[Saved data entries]
Start of Block

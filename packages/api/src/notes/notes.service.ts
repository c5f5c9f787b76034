import { Injectable } from '@nestjs/common';
import { InjectModel } from '@nestjs/sequelize';
import type { MemberContext } from '../common/member-context.js';
import { missScope } from '../misses/miss-scope.js';
import { MissesService } from '../misses/misses.service.js';
import { Miss } from '../misses/models/miss.model.js';
import { User } from '../users/models/user.model.js';
import type { CreateNoteDto } from './dto/create-note.dto.js';
import type { ListNotesQuery } from './dto/list-notes.query.js';
import { Note } from './models/note.model.js';

@Injectable()
export class NotesService {
  constructor(
    @InjectModel(Note) private readonly noteModel: typeof Note,
    private readonly misses: MissesService,
  ) {}

  /** One miss's thread oldest first, or the newest notes across the misses the member may see. */
  async findAll(member: MemberContext, query: ListNotesQuery) {
    if (query.missId !== undefined) await this.misses.findModel(member, query.missId);
    const page = query.page ?? 1;
    const pageSize = query.pageSize ?? 50;
    const { rows, count } = await this.noteModel.findAndCountAll({
      where: query.missId === undefined ? {} : { missId: query.missId },
      include: [
        { model: Miss, attributes: ['id'], where: missScope(member), required: true },
        { model: User, attributes: ['id', 'displayName'] },
      ],
      order:
        query.missId === undefined
          ? [
              ['createdAt', 'DESC'],
              ['id', 'DESC'],
            ]
          : [
              ['createdAt', 'ASC'],
              ['id', 'ASC'],
            ],
      limit: pageSize,
      offset: (page - 1) * pageSize,
    });
    return { items: rows.map(toNoteJson), total: count, page, pageSize };
  }

  async create(member: MemberContext, dto: CreateNoteDto) {
    const miss = await this.misses.findModel(member, dto.missId);
    const note = await this.noteModel.create({
      missId: miss.id,
      authorId: member.userId,
      body: dto.body,
    });
    const saved = await this.noteModel.findByPk(note.id, {
      include: [{ model: User, attributes: ['id', 'displayName'] }],
      rejectOnEmpty: true,
    });
    return toNoteJson(saved);
  }
}

export function toNoteJson(n: Note) {
  return {
    id: n.id,
    missId: n.missId,
    body: n.body,
    author: n.author ? { id: n.author.id, displayName: n.author.displayName } : null,
    createdAt: n.createdAt,
  };
}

End of Block

• YOUR INSTRUCTIONS:
Which lines of the data include the string "misses"? Find them and copy each one.

• ANSWER TO THIS TASK:
import { missScope } from '../misses/miss-scope.js';
import { MissesService } from '../misses/misses.service.js';
import { Miss } from '../misses/models/miss.model.js';
    private readonly misses: MissesService,
  /** One miss's thread oldest first, or the newest notes across the misses the member may see. */
    if (query.missId !== undefined) await this.misses.findModel(member, query.missId);
    const miss = await this.misses.findModel(member, dto.missId);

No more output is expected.